**TASK DESCRIPTION**.
Repeat the material below exactly, line for line.

**SOURCE MATERIAL**.
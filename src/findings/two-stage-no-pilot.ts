import { emptySet } from '../base/bits.ts';
import { positionMask } from '../engine/paths/edges.ts';
import { dependentLabel } from '../network/dependents.ts';
import { pumpRows, sayRows, witnesses } from './evidence.ts';
import type { Finding, Rule } from './finding.ts';

/** A two-stage valve that is commanded, and whose main spool stays at rest for want of pilot pressure. */
export const twoStageNoPilot: Rule = ({ net, table }) => {
  if (net.dependents.length === 0) return [];
  const radices = net.inputs.map((input) => input.positions.length);
  const unloaded = net.pumps.map((_, i) => pumpRows(table, i, 'unloaded'));
  return net.dependents.flatMap((valve, d): Finding[] => {
    const rest = table.data.dependentPlanes[d]?.[valve.rest ?? -1];
    if (!rest) return [];
    const rows = emptySet(table.count);
    for (const shift of valve.shifts) {
      if (shift.by !== 'pressure' || shift.input < 0) continue;
      const asked = positionMask(radices, shift.input, shift.stages, table.count);
      for (let w = 0; w < rows.length; w++) {
        // Where only open paths have put it, the pressures may yet find enough.
        const sure = ~(table.data.dependentRests[d]?.[w] ?? 0) & ~(table.data.dependentHunts?.[w] ?? 0);
        rows[w] = (rows[w] as number) | ((asked[w] as number) & (rest[w] as number) & sure);
      }
    }
    const found = witnesses(rows);
    if (found.rowCount === 0) return [];
    const label = dependentLabel(net, d);
    const idle = rows.some((word, w) => unloaded.some((plane) => (word & (plane[w] as number)) !== 0));
    return [
      {
        rule: 'two-stage-no-pilot',
        level: 'caution',
        title: `${label} does not shift for want of pilot pressure`,
        what: `In ${sayRows(found)} its pilot stage is commanded, and the pilot pressure is below what it needs${idle ? ': the unloaded pump gives too little' : ''}.`,
        remedy:
          'Keep a pilot pressure up: a check valve of 5 bar or so in the tank line or behind the pump with the pilot drained past it, an external pilot supply, or a centre that does not unload the pump.',
        parts: [net.parts[valve.part]?.id ?? ''],
        lines: [],
        ...found,
      },
    ];
  });
};
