import { dependentLabel } from '../network/dependents.ts';
import { sayRows, witnesses } from './evidence.ts';
import type { Finding, Rule } from './finding.ts';

/** Valves that find no position, and rollers that nothing trips. */
export const dependentUnsettled: Rule = ({ net, table }) => {
  const hunts = table.data.dependentHunts;
  const found = hunts && witnesses(hunts);
  const hunting: Finding[] = found
    ? [
        {
          rule: 'dependent-hunts',
          level: 'caution',
          title: `${net.dependents.map((_, d) => dependentLabel(net, d)).join(', ')}: no position agrees with the pressures`,
          what: `In ${sayRows(found)} each position causes pressures that shift the valve to another one, so it hunts between them.`,
          remedy:
            'Take the pilot from a line whose pressure does not fall when the valve shifts, or raise the pressure behind it.',
          parts: net.dependents.map(({ part }) => net.parts[part]?.id ?? ''),
          lines: [],
          ...found,
        },
      ]
    : [];
  const untripped = net.dependents.flatMap((valve, d): Finding[] =>
    valve.shifts.some((shift) => shift.by === 'roller' && shift.actuator < 0)
      ? [
          {
            rule: 'roller-not-tripped',
            level: 'caution',
            title: `${dependentLabel(net, d)}: nobody says which actuator trips its roller`,
            what: 'It counts as never tripped.',
            remedy: 'Name the actuator in its settings, and where it trips the roller.',
            parts: [net.parts[valve.part]?.id ?? ''],
            lines: [],
            rows: [],
            rowCount: 0,
          },
        ]
      : [],
  );
  return [...hunting, ...untripped];
};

**OUTPUT FOR THIS EXERCISE**.
filename src/findings/two-stage-no-pilot.ts
import { emptySet } from '../base/bits.ts';
import { positionMask } from '../engine/paths/edges.ts';
import { dependentLabel } from '../network/dependents.ts';
import { pumpRows, sayRows, witnesses } from './evidence.ts';
import type { Finding, Rule } from './finding.ts';

/** A two-stage valve that is commanded, and whose main spool stays at rest for want of pilot pressure. */
export const twoStageNoPilot: Rule = ({ net, table }) => {
  if (net.dependents.length === 0) return [];
  const radices = net.inputs.map((input) => input.positions.length);
  const unloaded = net.pumps.map((_, i) => pumpRows(table, i, 'unloaded'));
  return net.dependents.flatMap((valve, d): Finding[] => {
    const rest = table.data.dependentPlanes[d]?.[valve.rest ?? -1];
    if (!rest) return [];
    const rows = emptySet(table.count);
    for (const shift of valve.shifts) {
      if (shift.by !== 'pressure' || shift.input < 0) continue;
      const asked = positionMask(radices, shift.input, shift.stages, table.count);
      for (let w = 0; w < rows.length; w++) {
        // Where only open paths have put it, the pressures may yet find enough.
        const sure = ~(table.data.dependentRests[d]?.[w] ?? 0) & ~(table.data.dependentHunts?.[w] ?? 0);
        rows[w] = (rows[w] as number) | ((asked[w] as number) & (rest[w] as number) & sure);
      }
    }
    const found = witnesses(rows);
    if (found.rowCount === 0) return [];
    const label = dependentLabel(net, d);
    const idle = rows.some((word, w) => unloaded.some((plane) => (word & (plane[w] as number)) !== 0));
    return [
      {
        rule: 'two-stage-no-pilot',
        level: 'caution',
        title: `${label} does not shift for want of pilot pressure`,
        what: `In ${sayRows(found)} its pilot stage is commanded, and the pilot pressure is below what it needs${idle ? ': the unloaded pump gives too little' : ''}.`,
        remedy:
          'Keep a pilot pressure up: a check valve of 5 bar or so in the tank line or behind the pump with the pilot drained past it, an external pilot supply, or a centre that does not unload the pump.',
        parts: [net.parts[valve.part]?.id ?? ''],
        lines: [],
        ...found,
      },
    ];
  });
};
import { dependentLabel } from '../network/dependents.ts';
import { sayRows, witnesses } from './evidence.ts';
import type { Finding, Rule } from './finding.ts';

/** Valves that find no position, and rollers that nothing trips. */
export const dependentUnsettled: Rule = ({ net, table }) => {
  const hunts = table.data.dependentHunts;
  const found = hunts && witnesses(hunts);
  const hunting: Finding[] = found
    ? [
        {
          rule: 'dependent-hunts',
          level: 'caution',
          title: `${net.dependents.map((_, d) => dependentLabel(net, d)).join(', ')}: no position agrees with the pressures`,
          what: `In ${sayRows(found)} each position causes pressures that shift the valve to another one, so it hunts between them.`,
          remedy:
            'Take the pilot from a line whose pressure does not fall when the valve shifts, or raise the pressure behind it.',
          parts: net.dependents.map(({ part }) => net.parts[part]?.id ?? ''),
          lines: [],
          ...found,
        },
      ]
    : [];
  const untripped = net.dependents.flatMap((valve, d): Finding[] =>
    valve.shifts.some((shift) => shift.by === 'roller' && shift.actuator < 0)
      ? [
          {
            rule: 'roller-not-tripped',
            level: 'caution',
            title: `${dependentLabel(net, d)}: nobody says which actuator trips its roller`,
            what: 'It counts as never tripped.',
            remedy: 'Name the actuator in its settings, and where it trips the roller.',
            parts: [net.parts[valve.part]?.id ?? ''],
            lines: [],
            rows: [],
            rowCount: 0,
          },
        ]
      : [],
  );
  return [...hunting, ...untripped];
};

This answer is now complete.